using System.CommandLine;
using System.Globalization;
using NightSim.Cli.Plotting;
using NightSim.Netlist;
using NightSim.Reporting;
using NightSim.Runs;
using NightSim.Studies;
using Spectre.Console;

namespace NightSim.Cli.Commands;

/// <summary>`nightsim year NETLIST [--from DATE --to DATE] [--step DAYS] [--workers N] [--shard i/n] [--out DIR]
/// [--format text|json]`: every night of a year at the scenario's site.</summary>
internal static class YearCommand
{
    public const string DefaultOut = "nightsim-year";

    public static Command Create()
    {
        var command = new Command("year",
            "Every night of a year (or a date range) at the scenario's site, the sky drawn per night from the scenario's " +
            "monthly weather mix: switch-on and off against sunset and sunrise, missed nights, false triggers, energy and " +
            "target pass rate per month. Writes year.json (nights[]), year.csv, year.html and the year plot.");
        StudyCommon.Options o = StudyCommon.Add(command, DefaultOut);
        var from = new Option<string?>("--from") { Description = "First evening, YYYY-MM-DD (default: 1 January of the scenario's year).", HelpName = "DATE" };
        var to = new Option<string?>("--to") { Description = "Last evening, YYYY-MM-DD (default: 31 December of that year).", HelpName = "DATE" };
        var step = new Option<int>("--step") { Description = "Every N-th date only (default 1: every night).", DefaultValueFactory = _ => 1, HelpName = "DAYS" };
        command.Options.Add(from);
        command.Options.Add(to);
        command.Options.Add(step);
        command.SetAction(pr => CliErrors.Run(pr, (output, error) =>
        {
            try
            {
                if (pr.GetValue(o.Workers) is int w && w < 1) throw new UsageException("--workers: give at least 1");
                if (pr.GetValue(step) is < 1 or > 366) throw new UsageException("--step: give 1 to 366 days");
                ShardSpec shard = StudyCommon.ParseShard(pr.GetValue(o.Shard));
                NightRunRequest request = StudyCommon.Load(pr.GetValue(o.Netlist)!.ToString(), StudyCommon.ScenarioPath(pr, o), error);
                int year = request.Scenario!.Start.Year;
                DateOnly first = Date(pr.GetValue(from), "--from") ?? new DateOnly(year, 1, 1);
                DateOnly last = Date(pr.GetValue(to), "--to") ?? new DateOnly(first.Year, 12, 31);
                if (last < first) throw new UsageException("--to: the last date is before the first");
                if (last.DayNumber - first.DayNumber > 3660) throw new UsageException("--from/--to: at most ten years");
                var study = new YearStudy(request, first, last, pr.GetValue(step));
                string dir = StudyCommon.OutDir(pr.GetValue(o.Out), DefaultOut);
                StudyHeader header = study.Header(StudyCommon.Tool);
                (List<YearNight> done, bool complete) = StudyCommon.RunItems("year nights", shard.Indices(study.Total), study.Run, pr.GetValue(o.Workers), !pr.GetValue(o.NoProgress), error);
                done = StudyCommon.Normalise(done, YearNight.Read);
                if (!shard.IsWhole) return StudyCommon.WriteShard(shard, dir, header, done, complete, study.Total, "nights", output, error);
                return OutputException.Guard(dir, () => Finish(header, request.Netlist, done, complete, dir, pr.GetValue(o.Format)!, output, error, request));
            }
            catch (UsageException u)
            {
                error.WriteLine(u.Message);
                return CliErrors.Usage;
            }
        }));
        return command;
    }

    /// <summary>
    /// The night plots of the interesting dates (<see cref="PlottedNights"/>): each such date is run once more, with its
    /// plot data, and its night plot, zooms and details are written with the date in their names
    /// (<c>night-DATE</c>, <c>DATE-zoom-NN-…</c>, <c>DATE-detail-NN-…</c>). The run is the study's own, so the same
    /// inputs give the same files whether the study ran at once or in shards.
    /// </summary>
    private static IReadOnlyList<DateOnly> PlotNights(StudyHeader header, List<YearNight> nights, NightRunRequest? request, string dir,
        List<HtmlFigure> figures, List<string> written, ref string? warning)
    {
        if (nights.Count == 0) return [];
        request ??= StudyCommon.Load(header.Netlist, header.Scenario, TextWriter.Null);
        DateOnly Setting(string name) => DateOnly.ParseExact(header.Setting(name)!, "yyyy-MM-dd", CultureInfo.InvariantCulture);
        var study = new YearStudy(request, Setting("from"), Setting("to"), int.Parse(header.Setting("step") ?? "1", CultureInfo.InvariantCulture));
        IReadOnlyList<DateOnly> dates = YearStudy.PlottedDates(nights);
        var runs = new NightRunResult[dates.Count];
        Parallel.For(0, dates.Count, i => runs[i] = study.RunWithPlots(dates[i]));
        var plots = new List<PlotData>();
        for (int i = 0; i < dates.Count; i++)
        {
            string prefix = dates[i].ToString("yyyy-MM-dd", CultureInfo.InvariantCulture) + "-";
            plots.AddRange(runs[i].Plots.Select(p => p.FileStem.StartsWith("night-", StringComparison.Ordinal) ? p : p with { FileStem = prefix + p.FileStem }));
        }
        PlotSetResult set = PlotSetWriter.WriteAll(plots, dir, (svg, write) => OutputException.Guard(svg, write));
        foreach (PlotFiles f in set.Files)
        {
            written.Add(f.SvgPath);
            if (f.PngPath is not null) written.Add(f.PngPath);
        }
        warning ??= set.Warnings.FirstOrDefault();
        // The page shows each night's plot; its zooms and details are in the folder.
        figures.AddRange(set.Figures.Where((_, i) => plots[i].FileStem.StartsWith("night-", StringComparison.Ordinal)));
        return dates;
    }

    private static DateOnly? Date(string? text, string option)
    {
        if (text is null) return null;
        return DateOnly.TryParseExact(text, "yyyy-MM-dd", CultureInfo.InvariantCulture, DateTimeStyles.None, out DateOnly d)
            ? d : throw new UsageException($"{option}: '{text}' is not a date; write YYYY-MM-DD");
    }

    /// <param name="request">The study's request; null (merge) to load the netlist and scenario the header names.</param>
    public static int Finish(StudyHeader header, NetlistDefinition net, List<YearNight> nights, bool complete, string dir, string format, TextWriter output, TextWriter error,
        NightRunRequest? request = null)
    {
        var report = new YearReport(header, nights, complete, NightSim.Supply.MainsExposure.Cautions(net));
        var written = new List<string>();
        string? warning = null;
        var figures = new List<HtmlFigure>
        {
            StudyCommon.Plot(YearPlot.Build($"Switch-on and off through the year: {header.Netlist}", report.Lines()[0], nights), dir, "year", "Switch-on and switch-off against sunset and sunrise", written, ref warning),
            StudyCommon.Plot(YearPlot.Energy("Energy and pass rate per month", report.Months()), dir, "year-months", "Energy and target pass rate per month", written, ref warning),
        };
        IReadOnlyList<DateOnly> plotted = PlotNights(header, nights, request, dir, figures, written, ref warning);
        string json = Path.Combine(dir, "year.json"), csv = Path.Combine(dir, "year.csv"), html = Path.Combine(dir, "year.html");
        AtomicFile.Write(json, st => st.Write(report.Json()));
        AtomicFile.WriteText(csv, report.Csv());
        AtomicFile.WriteText(html, report.Html(figures));
        written.AddRange([json, csv, html]);
        if (format == "json") output.Write(System.Text.Encoding.UTF8.GetString(report.Json()));
        else
        {
            IAnsiConsole console = Rendering.Terminal.For(output);
            Rendering.TerminalReport.ConfigureWidth(console);
            if (report.Cautions.Count > 0) console.MarkupLine("[yellow]CAUTION: mains voltage.[/] " + Markup.Escape(string.Join(" ", report.Cautions)));
            var table = new Table { Border = TableBorder.Rounded, Title = new TableTitle($"Year of {Markup.Escape(header.Netlist)}") };
            foreach (string h in report.MonthHeads) table.AddColumn(Markup.Escape(h));
            foreach (IReadOnlyList<string> row in report.MonthRows())
            {
                bool bad = row[0].StartsWith('!');
                table.AddRow(row.Select((c, i) => i == 0 && bad ? "[red]" + Markup.Escape(c[1..]) + "[/]" : Markup.Escape(c)).ToArray());
            }
            console.Write(table);
            foreach (string line in report.Lines()) console.MarkupLine(Markup.Escape(line));
            console.MarkupLine($"[grey]wrote {written.Count} files to {Markup.Escape(dir)}: year.html, year.json, year.csv and plots[/]");
            if (plotted.Count > 0)
            {
                console.MarkupLine($"[grey]night plots for {(plotted.Count == nights.Count ? "every date" : plotted.Count == 1 && nights.All(n => n.Outcome.Pass) ? "the first date, as an example (no date went wrong)" : $"the {plotted.Count} most interesting dates")}: {string.Join(", ", plotted.Select(d => d.ToString("yyyy-MM-dd", CultureInfo.InvariantCulture)))}[/]");
            }
        }
        if (warning is not null) error.WriteLine("warning: " + warning);
        if (!complete)
        {
            error.WriteLine($"stopped by Ctrl+C: {nights.Count} of {header.Total} dates finished; the files in {dir} cover those dates only");
            return StudyCommon.Interrupted;
        }
        return CliErrors.Success;
    }
}
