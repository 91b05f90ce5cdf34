using NightSim.Analysis;
using NightSim.Reporting;
using NightSim.Results;

namespace NightSim.Tests.Analysis;

/// <summary>Attribution and night summaries on hand-made runs (invented demo data: times and levels are ours).</summary>
public class NightAnalysisTests
{
    private static readonly DateTimeOffset s_origin = new(2026, 11, 20, 12, 0, 0, TimeSpan.FromHours(1));

    private static RunFacts Facts(IReadOnlyList<LoadTransition> transitions, IReadOnlyList<EventFact>? events = null,
        IReadOnlyList<DiscreteEvent>? deviceEvents = null, double lampLux = 0, IReadOnlyList<TimerFacts>? timers = null) => new()
    {
        Origin = s_origin,
        TimeZone = TimeZoneInfo.CreateCustomTimeZone("plus1", TimeSpan.FromHours(1), "plus1", "plus1"),
        Duration = 86400,
        Nights = [new NightWindow(new DateOnly(2026, 11, 20), 0, 86400,
            s_origin.AddHours(4.5), s_origin.AddHours(5.1), s_origin.AddHours(18.9), s_origin.AddHours(19.5))],
        LoadTransitions = transitions,
        Events = events ?? [],
        DeviceEvents = deviceEvents ?? [],
        LampCouplingLux = lampLux,
        Timers = timers ?? [],
        SkyLux = t => t < 5 * 3600 ? 1000 * Math.Exp(-(t - 4 * 3600) / 900.0) : 1e-3,
        SensorLux = t => t < 5 * 3600 ? 1000 * Math.Exp(-(t - 4 * 3600) / 900.0) : 1e-3,
    };

    private static LoadTransition On(double t) => new(t, true, "lamp", 60, "K1");
    private static LoadTransition Off(double t) => new(t, false, "lamp", 60, "K1");

    [Fact]
    public void CleanNightHasOneExpectedDuskInterval()
    {
        double on = 4.8 * 3600, off = on + 4 * 3600;
        AnalysisResult r = NightAnalysis.Analyze(Facts([On(on), Off(off)],
            deviceEvents:
            [
                new DiscreteEvent(off - 0.001, "U1.a", "U1", "output", "low", "high", DeviceEventKind.ThresholdReached),
                new DiscreteEvent(off - 0.0009, "U1.b", "U1", "q", "high", "low", DeviceEventKind.TimerOutputLow),
            ]));
        NightSummary n = Assert.Single(r.Nights);
        LoadInterval iv = Assert.Single(n.LoadOn);
        Assert.Equal(LoadCause.Dusk, iv.Cause);
        Assert.True(iv.Expected);
        Assert.Equal("timer ran out", iv.EndedBy);
        Assert.Equal(0, n.FalseTriggers);
        Assert.Equal(2, n.RelayOperations);
        Assert.Equal(240.0, n.LoadEnergyWh, 6); // 60 W × 4 h
        // The sky model above falls through the switch-on level exactly at the switch-on.
        Assert.NotNull(n.SwitchLevelCrossing);
        Assert.InRange(Math.Abs((n.SwitchLevelCrossing!.Value - s_origin.AddSeconds(on)).TotalSeconds), 0, 1);
    }

    [Fact]
    public void HeadlightAfterTimeoutIsAFalseTrigger()
    {
        double on = 4.8 * 3600, off = on + 4 * 3600, car = off + 1800;
        var headlight = new EventFact(LoadCause.Headlight, "headlights", car, car + 4, 40, "headlight, 40 lx for 4 s");
        AnalysisResult r = NightAnalysis.Analyze(Facts([On(on), Off(off), On(car + 4.5), Off(car + 4.5 + 3600)], [headlight]));
        NightSummary n = Assert.Single(r.Nights);
        Assert.Equal(2, n.LoadOn.Count);
        Assert.Equal(LoadCause.Headlight, n.LoadOn[1].Cause);
        Assert.False(n.LoadOn[1].Expected);
        Assert.Equal(1, n.FalseTriggers);
        Assert.Contains(r.Findings, f => f.Code == "false-trigger-headlight" && f.Severity == Severity.Warning);
    }

    [Fact]
    public void SelfIlluminationLoopIsChatter()
    {
        var t = new List<LoadTransition>();
        double s = 4.8 * 3600;
        for (int k = 0; k < 8; k++)
        {
            t.Add(On(s + 6 * k));
            t.Add(Off(s + 6 * k + 3));
        }
        AnalysisResult r = NightAnalysis.Analyze(Facts(t, lampLux: 12));
        NightSummary n = Assert.Single(r.Nights);
        Assert.Equal(1, n.ChatterBursts);
        Assert.Equal(16, n.RelayOperations);
        Assert.Contains(r.Findings, f => f.Code == "relay-chatter" && f.Message.Contains("16 operations", StringComparison.Ordinal));
        Assert.All(n.LoadOn.Skip(1), iv => Assert.Equal(LoadCause.SelfIllumination, iv.Cause));
    }

    [Fact]
    public void NeverEndingTimerIsAnError()
    {
        double on = 4.8 * 3600;
        AnalysisResult r = NightAnalysis.Analyze(Facts([On(on)], timers: [new TimerFacts("U1", 1e6, 1000e-6, 12, 16e-6, double.PositiveInfinity)]));
        Assert.Contains(r.Findings, f => f.Code == "timer-never-ends" && f.Severity == Severity.Error);
        Assert.Contains(r.Findings, f => f.Code == "still-on-at-end");
        Assert.True(r.Nights[0].OnAfterSunrise);
    }

    [Fact]
    public void NoiseAndPowerUpAreAttributed()
    {
        double noise = 10 * 3600;
        var pulse = new EventFact(LoadCause.Noise, "noise", noise, noise + 2e-6, 5, "5 V noise pulse on trig");
        AnalysisResult r = NightAnalysis.Analyze(Facts([On(0.002), Off(3600), On(4.8 * 3600), Off(4.9 * 3600), On(noise + 1e-5), Off(noise + 100)], [pulse]));
        IReadOnlyList<LoadInterval> ivs = r.Nights[0].LoadOn;
        Assert.Equal(LoadCause.PowerUp, ivs[0].Cause);
        Assert.Equal(LoadCause.Dusk, ivs[1].Cause);
        Assert.Equal(LoadCause.Noise, ivs[2].Cause);
        Assert.Equal(1, r.Nights[0].FalseTriggers);
    }

    [Fact]
    public void DarkNightWithoutSwitchOnIsMissed()
    {
        AnalysisResult r = NightAnalysis.Analyze(Facts([]));
        Assert.True(r.Nights[0].Missed);
        Assert.Contains(r.Findings, f => f.Code == "missed-night");
    }

    // The trigger held low past the timing period: the output followed the trigger, and the on-period ended when it
    // was released, not when the timer ran out (555 logic: a trigger below 1/3 holds the output high whatever the
    // threshold does; common practice).
    [Fact]
    public void TriggerHeldPastThePeriodIsNamed()
    {
        double on = 4.8 * 3600, released = on + 3 * 3600;
        var events = new List<DiscreteEvent>
        {
            new(on - 0.01, "x", "U1", "output", "low", "high", DeviceEventKind.TriggerFired),
            new(on - 0.005, "y", "U1", "q", "low", "high", DeviceEventKind.TimerOutputHigh),
            new(on + 110, "z", "U1", "output", "low", "high", DeviceEventKind.ThresholdReached),
            new(released, "x", "U1", "output", "high", "low", DeviceEventKind.TriggerReleased),
            new(released + 1e-6, "y", "U1", "q", "high", "low", DeviceEventKind.TimerOutputLow),
        };
        AnalysisResult r = NightAnalysis.Analyze(Facts([On(on), Off(released + 0.01)], deviceEvents: events,
            timers: [new TimerFacts("U1", 1e6, 100e-6, 12, 0, double.PositiveInfinity)]));
        Assert.Equal("timer U1's trigger input was released", r.Nights[0].LoadOn[0].EndedBy);
        Finding f = Assert.Single(r.Findings, f => f.Code == "trigger-held");
        // Held 3 h against ln 3 · 1 MΩ · 100 µF = 1 min 50 s.
        Assert.Contains("for 3 h from", f.Message, StringComparison.Ordinal);
        Assert.Contains("timing period of 1 min 50 s", f.Message, StringComparison.Ordinal);
        Assert.DoesNotContain("U1.", f.Message, StringComparison.Ordinal);
        Assert.Equal("U1", f.Part);
    }

    // The timer output went high, the coil stayed at 8.7 V against its 9 V pull-in: the relay stage failed.
    [Fact]
    public void CoilBelowPullInIsTheRelayStage()
    {
        double on = 4.8 * 3600, off = on + 3600;
        var events = new List<DiscreteEvent>
        {
            new(on, "x", "U1", "output", "low", "high", DeviceEventKind.TriggerFired),
            new(on + 1e-6, "y", "U1", "q", "low", "high", DeviceEventKind.TimerOutputHigh),
            new(on + 0.01, "x", "U1", "output", "high", "low", DeviceEventKind.TriggerReleased),
            new(off, "z", "U1", "output", "low", "high", DeviceEventKind.ThresholdReached),
            new(off + 1e-6, "y", "U1", "q", "high", "low", DeviceEventKind.TimerOutputLow),
        };
        RunFacts facts = Facts([], deviceEvents: events) with
        {
            Relays = [new RelayFacts("K1", 9.0, 1.2, (from, to) => from <= on + 1 && to >= on ? 8.7 : 0.0)],
        };
        AnalysisResult r = NightAnalysis.Analyze(facts);
        Finding f = Assert.Single(r.Findings, f => f.Code == "relay-not-pulling-in");
        Assert.Contains("8.7 V against its 9.0 V pull-in", f.Message, StringComparison.Ordinal);
        Assert.Equal("K1", f.Part);
        Assert.DoesNotContain(r.Findings, f => f.Code == "missed-night");
    }

    // A night never darker than the switching level is not a failure of any stage: it says how dark it got.
    [Fact]
    public void BrightNightNamesTheDarkestLight()
    {
        RunFacts facts = Facts([]) with
        {
            Sensor = new SensorFacts("LDR1", 2.0),
            SensorLux = t => 4.0 + Math.Abs(t - 13 * 3600) / 3600.0,
        };
        AnalysisResult r = NightAnalysis.Analyze(facts);
        Finding f = Assert.Single(r.Findings, f => f.Code == "never-dark-enough");
        Assert.Contains("never fell below 4 lx (darkest at 01:00:00) against the circuit's switching level of 2 lx", f.Message, StringComparison.Ordinal);
        Assert.DoesNotContain(r.Findings, f => f.Code == "missed-night");
    }
}
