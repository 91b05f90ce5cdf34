using System.CommandLine;
using System.Text.Json;
using NightSim.Netlist;
using NightSim.Studies;

namespace NightSim.Cli.Commands;

/// <summary>`nightsim merge DIR... --out DIR`: joins the shard files of a spread, sweep or year into the files the
/// unsharded run writes (byte for byte).</summary>
internal static class MergeCommand
{
    public static Command Create()
    {
        var dirs = new Argument<DirectoryInfo[]>("DIR") { Description = "Folders holding shard-i-of-n.json files (or the files themselves).", Arity = ArgumentArity.OneOrMore };
        var outDir = new Option<DirectoryInfo>("--out") { Description = "Output folder for the joined study.", Required = true, HelpName = "DIR" };
        var format = new Option<string>("--format") { Description = "Terminal output: text or json.", DefaultValueFactory = _ => "text" };
        format.AcceptOnlyFromAmong("text", "json");
        var command = new Command("merge", "Join the shard files of a spread, sweep or year (run with --shard i/n on several machines) into the files one unsharded run writes.");
        command.Arguments.Add(dirs);
        command.Options.Add(outDir);
        command.Options.Add(format);
        command.SetAction(pr => CliErrors.Run(pr, (output, error) =>
        {
            var files = new List<string>();
            foreach (DirectoryInfo d in pr.GetValue(dirs)!)
            {
                if (File.Exists(d.FullName)) files.Add(d.FullName);
                else if (Directory.Exists(d.FullName)) files.AddRange(Directory.EnumerateFiles(d.FullName, "shard-*-of-*.json").Order(StringComparer.Ordinal));
                else
                {
                    error.WriteLine($"{d}: error: no such folder. hint: give the folders the sharded runs wrote with --out");
                    return CliErrors.InvalidInput;
                }
            }
            (StudyHeader header, List<System.Text.Json.JsonElement> items) = ShardFile.Join(files.Select(ShardFile.Read).ToList());
            string dir = StudyCommon.OutDir(pr.GetValue(outDir), "merged");
            if (!File.Exists(header.Netlist))
                throw new StudyFileException([$"{header.Netlist}: error: the study's netlist is not here. hint: run merge from the folder the shards were run from"]);
            NetlistDefinition net = NetlistLoader.Load(header.Netlist);
            string fmt = pr.GetValue(format)!;
            return OutputException.Guard(dir, () => header.Kind switch
            {
                "spread" => SpreadCommand.Finish(header, net, items.Select(SpreadRun.Read).ToList(), true, dir, fmt, output, error),
                "sweep" => MergeSweep(header, net, items, dir, fmt, output, error),
                "year" => YearCommand.Finish(header, net, items.Select(YearNight.Read).ToList(), true, dir, fmt, output, error),
                "tune" => TuneCommand.Merge(header, items, dir, fmt, output, error),
                _ => throw new StudyFileException([$"{files[0]}: error: unknown study kind '{header.Kind}'"]),
            });
        }));
        return command;
    }

    private static int MergeSweep(StudyHeader header, NetlistDefinition net, IReadOnlyList<JsonElement> items, string dir, string fmt, TextWriter output, TextWriter error)
    {
        List<string> specs = [.. header.Settings.Where(k => k.Key.StartsWith("vary", StringComparison.Ordinal)).Select(k => k.Value)];
        ScenarioVariants? variants = SweepCommand.Variants(specs, header.Scenario ?? "");
        return SweepCommand.Finish(header, net, SweepCommand.Axes(net, specs, variants), items.Select(SweepPoint.Read).ToList(), true, dir, fmt, output, error);
    }
}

+ + +

**Exercise directions**
This task asks for the number of lines above that include the string "variants". Respond with that number only.

**Written solution**
2